Além disso, há também a questão da vulnerabilidade climática. Algumas nações –pequenos estados insulares em desenvolvimento, por exemplo – encontram-se em boas condições financeiras e apresentam altas taxas de emissões per capita. Em compensação, também enfrentam ameaças graves decorrentes dos impactos climáticos. Tendo isso em mente, esses países devem ser responsáveis por alguma cota do financiamento climático internacional? A maioria provavelmente diria que não, considerando as significativas necessidades internas de recursos com as quais convivem agora, devido às mudanças climáticas.
Em busca de uma solução para o financiamento climático
Calcular e comparar as emissões e a situação econômica dos países é essencial para o debate a respeito de quais nações devem contribuir para o financiamento climático internacional. Essas métricas por si só podem não ser suficientes, mas são importantes para ajudar a avaliar a justiça dessa decisão.
Mesmo que os dados justifiquem que novos países também contribuam para o financiamento climático, permanece a questão de por qual parcela seriam responsáveis. No caso da atual meta dos US$ 100 bilhões, existe uma meta específica e uma lista de países responsáveis por atingi-la. Para a nova meta de financiamento climático, pode ser necessária uma abordagem mais inclusiva e capaz de refletir as diferenças entre as partes.

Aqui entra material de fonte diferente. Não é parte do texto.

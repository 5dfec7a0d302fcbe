package scm

import (
	"math"
	"runtime"
	"testing"

	"github.com/gapwise/gapwise/metrics"
)

func caseNamed(t testing.TB, name string) Case {
	for _, c := range Cases() {
		if c.Name == name {
			return c
		}
	}
	t.Fatalf("no case %q", name)
	return Case{}
}

// TestHybridMatchesIntegration checks the simulated FNR and FPR of every
// hybrid distribution of the combined case (all shift kinds at once)
// against numerical integration of the same model (screeningRates, gonum
// quadrature): analytic ground truth. Tolerance: 4.5 binomial standard
// errors √(p(1−p)/n_class) of a rate over the simulated class count
// (common practice); 2·32·2 checks at 4.5 SE fail by chance with
// probability < 0.1 %.
func TestHybridMatchesIntegration(t *testing.T) {
	c := caseNamed(t, "combined")
	n := 1 << 18
	if testing.Short() {
		n = 1 << 16
	}
	stats, err := HybridStats(c.Model, n, 7, ScreeningThreshold, 1)
	if err != nil {
		t.Fatal(err)
	}
	shifted := c.Model.ShiftedSet()
	for s := range stats {
		if Coalition(s)&^shifted != 0 {
			continue
		}
		wantFNR, wantFPR := screeningRates(c.Shift, Coalition(s))
		tp, fp, tn, fn := stats[s].Confusion()
		for _, chk := range []struct {
			name      string
			got, want float64
			count     float64
		}{
			{metrics.NameFNR, fn / (tp + fn), wantFNR, tp + fn},
			{metrics.NameFPR, fp / (fp + tn), wantFPR, fp + tn},
		} {
			se := math.Sqrt(chk.want * (1 - chk.want) / chk.count)
			if d := math.Abs(chk.got - chk.want); d > 4.5*se {
				t.Errorf("coalition %06b %s: simulated %.5f, integrated %.5f (|diff| %.5f > 4.5·SE %.5f)", s, chk.name, chk.got, chk.want, d, 4.5*se)
			}
		}
	}
}

// TestNullMechanismsExactlyZero: with common random numbers a mechanism that
// does not differ, or whose output nothing reads, changes no record, so its
// Shapley value is exactly 0 (Shapley 1953, dummy-player property).
func TestNullMechanismsExactlyZero(t *testing.T) {
	names := []string{metrics.NameFNR, metrics.NameFPR, metrics.NameCalibrationInTheLarge, metrics.NameBrier, metrics.NameECE}
	for _, c := range Cases() {
		t.Run(c.Name, func(t *testing.T) {
			truth, err := GroundTruth(c.Model, names, 1<<14, 3, ScreeningThreshold, metrics.DefaultECEBins)
			if err != nil {
				t.Fatal(err)
			}
			for _, tr := range truth {
				for _, i := range c.Null {
					if tr.Shapley[i] != 0 {
						t.Errorf("%s: null node %s has φ = %g, want exactly 0", tr.Metric, c.Model.Nodes[i].Name, tr.Shapley[i])
					}
				}
				var sum float64
				for _, p := range tr.Shapley {
					sum += p
				}
				// Efficiency (Shapley 1953): Σφ = v(N) = gap.
				if math.Abs(sum-tr.Gap) > 1e-12 {
					t.Errorf("%s: Σφ = %g, gap %g", tr.Metric, sum, tr.Gap)
				}
			}
		})
	}
}

// TestHybridStatsDeterministic: the same seed gives bit-identical statistics
// whatever GOMAXPROCS.
func TestHybridStatsDeterministic(t *testing.T) {
	m := caseNamed(t, "combined").Model
	run := func(procs int) []*metrics.Stats {
		defer runtime.GOMAXPROCS(runtime.GOMAXPROCS(procs))
		st, err := HybridStats(m, 3*BlockSize+17, 11, ScreeningThreshold, 4)
		if err != nil {
			t.Fatal(err)
		}
		return st
	}
	a, b := run(1), run(4)
	for s := range a {
		for c := range a[s].W {
			if a[s].W[c] != b[s].W[c] || a[s].WS[c] != b[s].WS[c] || a[s].WS2[c] != b[s].WS2[c] || a[s].WL[c] != b[s].WL[c] {
				t.Fatalf("coalition %b cell %d differs between GOMAXPROCS 1 and 4", s, c)
			}
		}
	}
}

// TestHybridUsesCommonRandomNumbers: Hybrid for one coalition reproduces the
// records behind HybridStats (up to summation order).
func TestHybridUsesCommonRandomNumbers(t *testing.T) {
	m := caseNamed(t, "combined").Model
	n := 2*BlockSize + 5
	all, err := HybridStats(m, n, 5, ScreeningThreshold, 2)
	if err != nil {
		t.Fatal(err)
	}
	for _, s := range []Coalition{0, 1 << NodeDisease, 1<<NodeMarkerA | 1<<NodeAge, All(len(m.Nodes))} {
		one, err := Hybrid(m, s, n, 5, ScreeningThreshold, 2)
		if err != nil {
			t.Fatal(err)
		}
		for c := range one.W {
			if one.W[c] != all[s].W[c] || math.Abs(one.WS[c]-all[s].WS[c]) > 1e-9*math.Max(1, one.WS[c]) {
				t.Errorf("coalition %b cell %d: Hybrid W=%v WS=%v, HybridStats W=%v WS=%v", s, c, one.W[c], one.WS[c], all[s].W[c], all[s].WS[c])
			}
		}
	}
}

// TestSampleMatchesIntegration: the reference and comparison samples have
// the integrated FNR of their groups (4.5 binomial SE, common practice).
func TestSampleMatchesIntegration(t *testing.T) {
	c := caseNamed(t, "combined")
	for _, g := range []Group{Reference, Comparison} {
		rec, err := Sample(c.Model, g, 1<<16, 9)
		if err != nil {
			t.Fatal(err)
		}
		s := Coalition(0)
		if g == Comparison {
			s = All(len(c.Model.Nodes))
		}
		want, _ := screeningRates(c.Shift, s)
		got, err := metrics.FalseNegativeRate(rec.Labels, rec.Scores, ScreeningThreshold, nil)
		if err != nil {
			t.Fatal(err)
		}
		var pos float64
		for _, y := range rec.Labels {
			pos += y
		}
		if se := math.Sqrt(want * (1 - want) / pos); math.Abs(got-want) > 4.5*se {
			t.Errorf("%v FNR %.4f, integrated %.4f (4.5·SE %.4f)", g, got, want, 4.5*se)
		}
	}
}

func TestValidate(t *testing.T) {
	id := func(_ []float64, _, z float64) float64 { return z }
	coin := func(_ []float64, u, _ float64) float64 {
		if u < 0.5 {
			return 1
		}
		return 0
	}
	score := func(v []float64) float64 { return 0.5 }
	tests := []struct {
		name string
		m    Model
		ok   bool
	}{
		{"ok", Model{Nodes: []Node{{Name: "y", Kind: Binary, Reference: coin}}, Score: score}, true},
		{"no nodes", Model{Score: score}, false},
		{"no score", Model{Nodes: []Node{{Name: "y", Kind: Binary, Reference: coin}}}, false},
		{"label not binary", Model{Nodes: []Node{{Name: "y", Reference: id}}, Score: score}, false},
		{"repeated name", Model{Nodes: []Node{{Name: "y", Kind: Binary, Reference: coin}, {Name: "y", Reference: id}}, Score: score}, false},
		{"later parent", Model{Nodes: []Node{{Name: "y", Kind: Binary, Parents: []int{1}, Reference: coin}, {Name: "x", Reference: id}}, Score: score}, false},
		{"one level", Model{Nodes: []Node{{Name: "y", Kind: Binary, Reference: coin}, {Name: "c", Kind: Categorical, Levels: 1, Reference: id}}, Score: score}, false},
		{"no reference", Model{Nodes: []Node{{Name: "y", Kind: Binary, Comparison: coin}}, Score: score}, false},
	}
	for _, tt := range tests {
		t.Run(tt.name, func(t *testing.T) {
			err := tt.m.Validate()
			if (err == nil) != tt.ok {
				t.Errorf("Validate() = %v, want ok=%v", err, tt.ok)
			}
		})
	}
}

func BenchmarkHybridStats(b *testing.B) {
	m := caseNamed(b, "combined").Model
	for i := 0; i < b.N; i++ {
		if _, err := HybridStats(m, 1<<16, 1, ScreeningThreshold, 1); err != nil {
			b.Fatal(err)
		}
	}
}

O caminho para um acordo nesse quesito pode ser baseado em mais transparência. Alguns países que atualmente não fazem parte do Anexo II, como a China, já contribuem com uma quantidade relativamente alta de financiamento climático para nações em desenvolvimento, mas a maior parte desse investimento não é reportada à UNFCCC. De 2013 a 2022, a China forneceu US$ 45 bilhões em financiamento climático para países em desenvolvimento, o equivalente a 6,1% do financiamento climático fornecido por todos os países desenvolvidos juntos durante o mesmo período. A nova meta de financiamento climático pode, de alguma forma, reconhecer e contabilizar esses recursos a fim de aumentar a transparência e garantir o reconhecimento dos países que já atuam nesse sentido.
Seja qual for a direção das negociações sobre o financiamento climático, o objetivo final – garantir financiamento suficiente disponível para que as nações em desenvolvimento também possam promover um futuro inclusivo, de baixo carbono e resiliente – é um interesse comum para todos os países. O desafio de definir quais países devem contribuir (e como) é fundamental para chegarmos a esse resultado.
Este artigo foi publicado originalmente no Insights.